# Amazon Tree Boa Heating



## AmazonTreeBoa (Oct 16, 2012)

Hello, I just bought an Amazon Tree Boa, and I have some problems with the heating. My terrarium is 110 cm high, 60 cm wide and 50 cm deep, and only the upper 40 cm is the right temperature. The bottom is way to cold, only around 20 degrees celcius. I have an Exo Terra Intense Basking Spot 100W and a Zoomed Reptisun 5.0. Can someone please help me? I don't know how to add pictures but if someone explains that to me I will add some pics of my terrarium.
Please help me!!!!!:help:


----------



## snakess (Sep 3, 2012)

http://www.reptileforums.co.uk/forums/newbie-advice/112135-how-post-pictures-using-photobucket.html

Here's a thread on how to post pics


----------



## AmazonTreeBoa (Oct 16, 2012)

Thanks, I will upload some pics.
























On the last pic I put a circle around the thermometers. The upper one is at 30.5 degrees C and the lower one is at 22.7 degrees C. Can anyone give me some tips how to raise the ambient temperature some more? I also use the Heat Wave 8W Rainforest Medium from Exo Terra. It's underneath the bedding.


----------



## Hannah81 (Nov 19, 2008)

Ok first off, is there a guard round each bulb? This is necessary to stop the boa getting burnt or breaking the bulb.
Glass is crap for holding heat so you may find if you line 3 walls with coco fibre it holds heat in better. It will also make your boa feel more secure.
Heating tall vivs is difficult as well but most people use an ahs heater for this and just have one basking area higher up.

Sent from my ST18i


----------



## sharpstrain (May 24, 2008)

you would be better with a 3foot wide x 2ft high wooden viv for an atb


----------



## AmazonTreeBoa (Oct 16, 2012)

I don't think I need a bulb guard yet, my snake is only about 45 cm long, and the guy from the store where I bought the lamps said that it is not nessesary if the snake does not go to the lamp. She only goes to the Uv-b lamp so that should not be a problem. what is a ahs?


----------



## sharpstrain (May 24, 2008)

when she does get to the bulb it will be too late


----------



## AmazonTreeBoa (Oct 16, 2012)

Ok, but I live in the Netherlands, and I can't find one. Can I make one myself??


----------



## sharpstrain (May 24, 2008)

if you are handy then yes - if not I am sure you can get them on ebay or contact reptiles ink on here he may well post one out to you

I would really consider a viv not so tall and wider for the snake though


----------



## stark (Mar 13, 2012)

As Hannah has said - Coco fibre on the sides will help (even just one side changes everything) 
It will also take some time for the whole viv to heat up fully and every time the door is open this process will start again.
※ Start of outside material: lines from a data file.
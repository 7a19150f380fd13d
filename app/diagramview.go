package main

import (
	"image"
	"image/color"
	"math"
	"strings"

	"fyne.io/fyne/v2"
	"fyne.io/fyne/v2/canvas"
	"fyne.io/fyne/v2/driver/desktop"
	"fyne.io/fyne/v2/widget"

	"kinetarium/app/diagram"
	"kinetarium/network"
	"kinetarium/plotting"
	pd "kinetarium/plotting/diagram"
)

// diagramView shows a laid-out diagram at the widget's size: a tap
// selects a node, dragging a node moves it, dragging elsewhere pans, the
// scroll wheel zooms around the pointer, and the pointer resting on a node
// shows what it is (a reaction's rate formula, the item's problems).
type diagramView struct {
	widget.BaseWidget

	d    *pd.Diagram
	net  *network.Net
	opts pd.Options

	img         *canvas.Image
	tipBg       *canvas.Rectangle
	tip         *widget.Label
	placeholder *widget.Label

	frame pd.PixelFrame
	scale float32 // image pixels per widget unit of the last render
	drawn fyne.Size
	dirty bool
	buf   *image.RGBA

	// fitTop asks the next render to show a diagram much taller than
	// the view at a readable size from its top, rather than whole.
	fitTop bool

	dragging  bool
	dragNode  int
	dragStart fyne.Position
	moved     bool

	// OnSelect is called with the node tapped (-1 for none).
	OnSelect func(i int)
	// OnMoved is called when a node has been dragged to a new place.
	OnMoved func(i int)
	// OnDrawn is called after every render.
	OnDrawn func()
}

func newDiagramView() *diagramView {
	v := &diagramView{
		img:         canvas.NewImageFromImage(nil),
		tipBg:       canvas.NewRectangle(color.NRGBA{R: 0xff, G: 0xff, B: 0xf4, A: 0xf0}),
		tip:         widget.NewLabel(""),
		placeholder: widget.NewLabel("The diagram appears when the model has species and reactions."),
		dragNode:    -1,
	}
	v.img.FillMode = canvas.ImageFillStretch
	v.img.ScaleMode = canvas.ImageScaleFastest
	v.tipBg.StrokeColor = color.NRGBA{A: 0x60}
	v.tipBg.StrokeWidth = 1
	v.tipBg.Hide()
	v.tip.Hide()
	v.placeholder.Alignment = fyne.TextAlignCenter
	v.placeholder.Wrapping = fyne.TextWrapWord
	v.ExtendBaseWidget(v)
	return v
}

// Set shows d (laid out) for the checked network net.
func (v *diagramView) Set(d *pd.Diagram, net *network.Net) {
	v.d, v.net = d, net
	v.dirty = true
	v.hideTip()
	v.Refresh()
}

// redraw draws again with the current options.
func (v *diagramView) redraw() {
	v.dirty = true
	v.Refresh()
}

// CreateRenderer implements fyne.Widget.
func (v *diagramView) CreateRenderer() fyne.WidgetRenderer {
	return &diagramRenderer{v: v, objects: []fyne.CanvasObject{v.img, v.tipBg, v.tip, v.placeholder}}
}

type diagramRenderer struct {
	v       *diagramView
	objects []fyne.CanvasObject
}

func (r *diagramRenderer) Destroy()                     {}
func (r *diagramRenderer) Objects() []fyne.CanvasObject { return r.objects }
func (r *diagramRenderer) MinSize() fyne.Size           { return fyne.NewSize(240, 180) }

func (r *diagramRenderer) Layout(size fyne.Size) {
	v := r.v
	v.img.Resize(size)
	v.img.Move(fyne.NewPos(0, 0))
	v.placeholder.Resize(fyne.NewSize(size.Width-40, v.placeholder.MinSize().Height*2))
	v.placeholder.Move(fyne.NewPos(20, size.Height/2-v.placeholder.MinSize().Height))
	if size != v.drawn {
		v.dirty = true
	}
}

func (r *diagramRenderer) Refresh() {
	if r.v.dirty {
		r.v.render()
	}
	canvas.Refresh(r.v.img)
}

// render draws the diagram at the widget's size.
func (v *diagramView) render() {
	size := v.Size()
	v.dirty = false
	if v.d == nil || len(v.d.Nodes) == 0 || size.Width < 10 || size.Height < 10 {
		v.img.Image = nil
		v.placeholder.Show()
		return
	}
	v.placeholder.Hide()
	s := float32(1)
	if c := fyne.CurrentApp().Driver().CanvasForObject(v); c != nil && c.Scale() > 0 {
		s = c.Scale()
	}
	w, h := int(math.Round(float64(size.Width*s))), int(math.Round(float64(size.Height*s)))
	if v.fitTop && size.Width > 300 && size.Height > 200 {
		v.fitTop = false
		v.showTop(float64(w)*72/96, float64(h)*72/96)
	}
	p := pd.Plot(v.d, v.opts)
	// A new image each time: the canvas may still be showing the last.
	v.buf = image.NewRGBA(image.Rect(0, 0, max(w, 1), max(h, 1)))
	plotting.RenderInto(p, v.buf)
	v.img.Image = v.buf
	v.frame = pd.FrameOf(p, v.d, v.opts, w, h, 96)
	v.scale, v.drawn = s, size
	if v.OnDrawn != nil {
		v.OnDrawn()
	}
}

// showTop sets the view of a diagram much taller than a wpt × hpt view
// (in points) to fill the view's width, at most at natural size, from
// the diagram's top.
func (v *diagramView) showTop(wpt, hpt float64) {
	b := v.d.Bounds()
	bw, bh := math.Max(b.Max.X-b.Min.X, 1), math.Max(b.Max.Y-b.Min.Y, 1)
	if bh/bw < 1.5*hpt/wpt {
		return
	}
	fitted := math.Min(math.Min((wpt-16)/bw, (hpt-16)/bh), 1.5)
	want := math.Min((wpt-16)*0.9/bw, 1.2)
	if want <= fitted {
		return
	}
	c := pd.Point{X: (b.Min.X + b.Max.X) / 2, Y: b.Min.Y + (hpt/2-8)/want}
	v.opts.View = pd.View{Scale: want, Centre: &c}
}

// Resize re-draws at the new size.
func (v *diagramView) Resize(s fyne.Size) {
	if s == v.Size() {
		return
	}
	v.BaseWidget.Resize(s)
	v.dirty = true
	v.Refresh()
}

// at returns the diagram point under widget position p.
func (v *diagramView) at(p fyne.Position) pd.Point {
	return v.frame.ToDiagram(float64(p.X*v.scale), float64(p.Y*v.scale))
}

// Tapped selects the node under the pointer.
func (v *diagramView) Tapped(e *fyne.PointEvent) {
	if v.d == nil || v.scale == 0 {
		return
	}
	i := v.d.NodeAt(v.at(e.Position))
	v.Select(i)
	if v.OnSelect != nil {
		v.OnSelect(i)
	}
}

// Select outlines node i (none for -1).
func (v *diagramView) Select(i int) {
	if i < 0 {
		v.opts.Selected = nil
	} else {
		v.opts.Selected = []int{i}
	}
	v.redraw()
}

// Selected returns the node selected, or -1.
func (v *diagramView) Selected() int {
	if len(v.opts.Selected) == 0 {
		return -1
	}
	return v.opts.Selected[0]
}

// centre returns the diagram point at the centre of the view.
func (v *diagramView) centre() pd.Point {
	if v.opts.View.Centre != nil {
		return *v.opts.View.Centre
	}
	b := v.d.Bounds()
	return pd.Point{X: (b.Min.X + b.Max.X) / 2, Y: (b.Min.Y + b.Max.Y) / 2}
}

// Dragged moves the node dragged, or pans.
func (v *diagramView) Dragged(e *fyne.DragEvent) {
	if v.d == nil || v.scale == 0 {
		return
	}
	if !v.dragging {
		v.dragging, v.moved = true, false
		v.dragStart = e.Position.Subtract(e.Dragged)
		v.dragNode = v.d.NodeAt(v.at(v.dragStart))
		v.hideTip()
	}
	ppp := v.frame.PixelsPerPoint() / float64(v.scale)
	if ppp <= 0 {
		return
	}
	dx, dy := float64(e.Dragged.DX)/ppp, float64(e.Dragged.DY)/ppp
	if i := v.dragNode; i >= 0 {
		v.shift(i, dx, dy)
		if v.d.Nodes[i].Kind == pd.Reaction {
			// Its empty-set marks go with it.
			for j, n := range v.d.Nodes {
				if (n.Kind == pd.Source || n.Kind == pd.Sink) && n.Name == v.d.Nodes[i].Name {
					v.shift(j, dx, dy)
				}
			}
		}
		v.moved = true
		// Regions and labels follow; every node stays where it is.
		pd.Layout(v.d, pd.Settings{})
	} else {
		c := v.centre()
		c.X -= dx
		c.Y -= dy
		v.opts.View.Centre = &c
	}
	v.redraw()
}

func (v *diagramView) shift(i int, dx, dy float64) {
	n := &v.d.Nodes[i]
	n.X += dx
	n.Y += dy
	n.Pinned = true
}

// DragEnd reports a node moved.
func (v *diagramView) DragEnd() {
	if !v.dragging {
		return
	}
	v.dragging = false
	if v.dragNode >= 0 && v.moved && v.OnMoved != nil {
		v.OnMoved(v.dragNode)
	}
	v.dragNode = -1
}

// Scrolled zooms around the pointer.
func (v *diagramView) Scrolled(e *fyne.ScrollEvent) {
	if v.d == nil || v.scale == 0 || e.Scrolled.DY == 0 {
		return
	}
	f := math.Pow(1.15, float64(e.Scrolled.DY)/10)
	v.zoomAround(v.at(e.Position), f)
}

// zoomAround multiplies the zoom by f, keeping diagram point p where it
// is on screen.
func (v *diagramView) zoomAround(p pd.Point, f float64) {
	z := v.opts.View.Zoom
	if z == 0 {
		z = 1
	}
	nz := math.Max(0.2, math.Min(z*f, 40))
	f = nz / z
	c := v.centre()
	nc := pd.Point{X: p.X + (c.X-p.X)/f, Y: p.Y + (c.Y-p.Y)/f}
	v.opts.View.Zoom, v.opts.View.Centre = nz, &nc
	v.redraw()
}

// FullView shows the whole diagram.
func (v *diagramView) FullView() {
	v.opts.View = pd.View{}
	v.redraw()
}

// Reveal centres node i and zooms in to at least twice the fitted size.
func (v *diagramView) Reveal(i int) {
	n := v.d.Nodes[i]
	c := pd.Point{X: n.X, Y: n.Y}
	v.opts.View.Centre = &c
	if v.opts.View.Zoom < 2 && len(v.d.Nodes) > 40 {
		v.opts.View.Zoom = 2
	}
	v.Select(i)
}

// MouseIn implements desktop.Hoverable.
func (v *diagramView) MouseIn(e *desktop.MouseEvent) { v.MouseMoved(e) }

// MouseOut implements desktop.Hoverable.
func (v *diagramView) MouseOut() { v.hideTip() }

// MouseMoved shows what the node under the pointer is.
func (v *diagramView) MouseMoved(e *desktop.MouseEvent) {
	if v.d == nil || v.scale == 0 || v.dragging || v.net == nil {
		return
	}
	i := v.d.NodeAt(v.at(e.Position))
	if i < 0 {
		v.hideTip()
		return
	}
	v.tip.SetText(diagram.Describe(v.net, v.d, i))
	ts := v.tip.MinSize()
	size := v.Size()
	x := min(e.Position.X+14, size.Width-ts.Width-4)
	y := e.Position.Y + 18
	if y+ts.Height > size.Height {
		y = e.Position.Y - ts.Height - 8
	}
	x, y = max(x, 2), max(y, 2)
	v.tipBg.Move(fyne.NewPos(x, y))
	v.tipBg.Resize(ts)
	v.tip.Move(fyne.NewPos(x, y))
	v.tip.Resize(ts)
	v.tipBg.Show()
	v.tip.Show()
	v.tipBg.Refresh()
}

func (v *diagramView) hideTip() {
	v.tipBg.Hide()
	v.tip.Hide()
}

// search returns the node whose name best matches text: an exact name
// first, then the first name starting with it, then the first containing
// it (letter case ignored), species before reactions; -1 for none.
func search(d *pd.Diagram, text string) int {
	q := strings.ToLower(strings.TrimSpace(text))
	if q == "" || d == nil {
		return -1
	}
	for _, match := range []func(string) bool{
		func(s string) bool { return s == q },
		func(s string) bool { return strings.HasPrefix(s, q) },
		func(s string) bool { return strings.Contains(s, q) },
	} {
		for _, kind := range []pd.Kind{pd.Species, pd.Reaction} {
			for i, n := range d.Nodes {
				if n.Kind == kind && match(strings.ToLower(n.Name)) {
					return i
				}
			}
		}
	}
	return -1
}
I have almost exactly the same style viv setup for a different species but the fundamentals are the same. 

You may find that if you cover over the glass on the top with something insulatory the temps will also rise.

I ended up putting a heat cable in the soil of the viv so that the bottom was heated but this made the middle of the viv the cold part and that was not very natural, so removed it and stayed with the larger thermal gradient. 
ATBs are not 'stupid' when it comes to thermoregulation, unlike some species, and so will not suffer from a broad gradient, as long as the temps they require are always available for them to move to.

Your setup looks very cool but as mentioned above, heating a tall glass viv can be very frustrating and ATBs will do just as well in a horizontally organised viv as well as vertical.

That viv is very cool indeed, I take it you are not in the UK? 

Tom


EDIT: You are in Holland I see


----------



## AmazonTreeBoa (Oct 16, 2012)

How thick does the coco fiber has to be? And if I cover the top, the ventilation stops. And no, I'm not in the Uk, I live in the Netherlands.


----------



## stark (Mar 13, 2012)

I also agree that it is unlikely the snake will ever get on the hot bulb, but it only takes them to attempt it once and that could be to late. A guard is safer than not.



stark said:


> You may find that if you cover over the *glass* on the top with something insulatory the temps will also rise.


:2thumb:

The thicker the coco fibre the better the insulation 

I do have a big love for that style of viv, ENT I belive is the name or style, shame they are not so available in UK.

Tom


----------



## AmazonTreeBoa (Oct 16, 2012)

The vivarium is costomly build, and I decorated the inside myself. I just bought wood and fake plants and stuff. What should I use to cover the top glass?


----------



## Hannah81 (Nov 19, 2008)

Just cos the snake is a baby doesn't make it any less arborial, in fact it usually makes it more so.
Keeping reptiles in the netherlands is not a new thing. There are plenty of reptile pet shops there, guards should be available from any good shop.
Failing that there are plenty of online shops, ebay shops that now sell reptile equipment.

THe vivarium is very nice however it should be noted that this kind of viv is hard to heat and ATB's do use floor space as well as perches provided. You should try not to compromise on the floor space.

You could use a thin piece of wood to cover the top. If you drill some small holes in it first to make a ventilated area that would help with the vetilation issue.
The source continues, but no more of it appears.